_YOUR OBJECTIVE_. Repeat only the lines below from the one containing "famFactor[family[i]] = f" through the one containing "p := pl.cfg.P", inclusive, exactly as written.

....................

// PlantedSignal computes the planted signal s of Planted from the raw
// matrices of ps, standardized over ps (so on a subset of a cohort it is
// the subset's own standardization). Generate fills Planted.Signal with it.
func PlantedSignal(ps []*data.Participant, pt Planted) []float64 {
	n := len(ps)
	fcSig, scSig := make([]float64, n), make([]float64, n)
	for i, part := range ps {
		for _, e := range pt.Positive {
			fcSig[i] += math.Atanh(part.Functional.At(e.I, e.J))
		}
		for _, e := range pt.Negative {
			fcSig[i] -= math.Atanh(part.Functional.At(e.I, e.J))
		}
		for _, e := range pt.StructuralPositive {
			scSig[i] += math.Log1p(part.Structural.At(e.I, e.J))
		}
		for _, e := range pt.StructuralNegative {
			scSig[i] -= math.Log1p(part.Structural.At(e.I, e.J))
		}
	}
	mix := standardized(fcSig)
	if pt.StructuralShare > 0 {
		scZ := standardized(scSig)
		for i := range mix {
			mix[i] = math.Sqrt(1-pt.StructuralShare)*mix[i] + math.Sqrt(pt.StructuralShare)*scZ[i]
		}
	}
	return standardized(mix)
}

// standardized returns (x − mean) / SD (the n − 1 SD), or x − mean when the
// SD is 0.
func standardized(x []float64) []float64 {
	mean, sd := stat.MeanStdDev(x, nil)
	out := make([]float64, len(x))
	for i, v := range x {
		out[i] = v - mean
		if sd > 0 {
			out[i] /= sd
		}
	}
	return out
}

func withinEdges(regions []int) []Edge {
	var edges []Edge
	for a, i := range regions {
		for _, j := range regions[a+1:] {
			edges = append(edges, Edge{min(i, j), max(i, j)})
		}
	}
	return edges
}

func newPlan(cfg Config, rng *rand.Rand) *plan {
	p := cfg.P
	modules := max(2, int(math.Round(float64(p)/8)))
	type point [3]float64
	centres := make([]point, modules)
	for m := range centres {
		for d := range 3 {
			centres[m][d] = rng.Float64()
		}
	}
	module := make([]int, p)
	pos := make([]point, p)
	regions := make([]string, p)
	perModule := make([]int, modules)
	for i := range p {
		m := i * modules / p
		module[i] = m
		for d := range 3 {
			pos[i][d] = centres[m][d] + 0.08*rng.NormFloat64()
		}
		perModule[m]++
		regions[i] = fmt.Sprintf("mod%d_%02d", m+1, perModule[m])
	}
	template := mat.NewDense(p, p, nil)
	var templateEdges []Edge
	for i := range p {
		for j := i + 1; j < p; j++ {
			var d2 float64
			for k := range 3 {
				d2 += (pos[i][k] - pos[j][k]) * (pos[i][k] - pos[j][k])
			}
			d := math.Sqrt(d2)
			prob, mean := 0.9*math.Exp(-d/0.35), 2000*math.Exp(-d/0.15)
			if module[i] == module[j] {
				mean *= 2
			} else {
				prob *= 0.4
			}
			if rng.Float64() < prob {
				mean = math.Max(mean, 0.5) // weak tracts are sometimes missed
				template.Set(i, j, mean)
				template.Set(j, i, mean)
				templateEdges = append(templateEdges, Edge{i, j})
			}
		}
	}
	pl := &plan{cfg: cfg, regions: regions, template: template}
	setSize := max(3, p/8)
	structSize := max(2, len(templateEdges)/20)
	for range cfg.Targets {
		order := rng.Perm(p)
		pl.setA = append(pl.setA, sorted(order[:setSize]))
		pl.setB = append(pl.setB, sorted(order[setSize:2*setSize]))
		edgeOrder := rng.Perm(len(templateEdges))
		var pos, neg []Edge
		for n, e := range edgeOrder[:min(2*structSize, len(edgeOrder))] {
			if n%2 == 0 {
				pos = append(pos, templateEdges[e])
			} else {
				neg = append(neg, templateEdges[e])
			}
		}
		pl.structPos = append(pl.structPos, sortedEdges(pos))
		pl.structNeg = append(pl.structNeg, sortedEdges(neg))
	}
	return pl
}

func sorted(x []int) []int {
	x = slices.Clone(x)
	slices.Sort(x)
	return x
}

func sortedEdges(e []Edge) []Edge {
	slices.SortFunc(e, func(a, b Edge) int {
		if a.I != b.I {
			return a.I - b.I
		}
		return a.J - b.J
	})
	return e
}

// familyEdgeFactors returns, for participant i, the standard normal
// log-factor of each region pair (p × p, symmetric), correlated
// familyShare within a family.
func familyEdgeFactors(cfg Config, family []int, rng *rand.Rand) func(i int) *mat.Dense {
	p := cfg.P
	famFactor := map[int]*mat.Dense{}
	draw := func() *mat.Dense {
		m := mat.NewDense(p, p, nil)
		for a := range p {
			for b := a + 1; b < p; b++ {
				v := rng.NormFloat64()
				m.Set(a, b, v)
				m.Set(b, a, v)
			}
		}
		return m
	}
	return func(i int) *mat.Dense {
		own := draw()
		if cfg.FamilySize < 2 {
			return own
		}
		f, ok := famFactor[family[i]]
		if !ok {
			f = draw()
			famFactor[family[i]] = f
		}
		own.Scale(math.Sqrt(1-familyShare), own)
		own.Add(own, scaled(math.Sqrt(familyShare), f))
		return own
	}
}

func scaled(s float64, m *mat.Dense) *mat.Dense {
	var out mat.Dense
	out.Scale(s, m)
	return &out
}

// structural draws one participant's streamline counts.
func (pl *plan) structural(traits []float64, factor *mat.Dense, rng *rand.Rand) *mat.Dense {
	p := pl.cfg.P
	mean := mat.DenseCopyOf(pl.template)
	for k, t := range traits {
		for _, e := range pl.structPos[k] {
			mean.Set(e.I, e.J, mean.At(e.I, e.J)*math.Exp(structEffect*t))
		}
		for _, e := range pl.structNeg[k] {
			mean.Set(e.I, e.J, mean.At(e.I, e.J)*math.Exp(-structEffect*t))
		}
	}
	// The participant's overall streamline yield varies too.
	yield := math.Exp(yieldVariation*rng.NormFloat64() - yieldVariation*yieldVariation/2)
	counts := mat.NewDense(p, p, nil)
	for i := range p {
		for j := i + 1; j < p; j++ {
			lambda := yield * mean.At(i, j)
			if lambda == 0 {
				lambda = spuriousCount // false-positive streamlines off the template
			}
			lambda *= math.Exp(edgeVariation*factor.At(i, j) - edgeVariation*edgeVariation/2)
			c := distuv.Poisson{Lambda: lambda, Src: rng}.Rand()
			counts.Set(i, j, c)
			counts.Set(j, i, c)
		}
	}
	return counts
}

....................

_TASK OUTPUT_.
			famFactor[family[i]] = f
		}
		own.Scale(math.Sqrt(1-familyShare), own)
		own.Add(own, scaled(math.Sqrt(familyShare), f))
		return own
	}
}

func scaled(s float64, m *mat.Dense) *mat.Dense {
	var out mat.Dense
	out.Scale(s, m)
	return &out
}

// structural draws one participant's streamline counts.
func (pl *plan) structural(traits []float64, factor *mat.Dense, rng *rand.Rand) *mat.Dense {
	p := pl.cfg.P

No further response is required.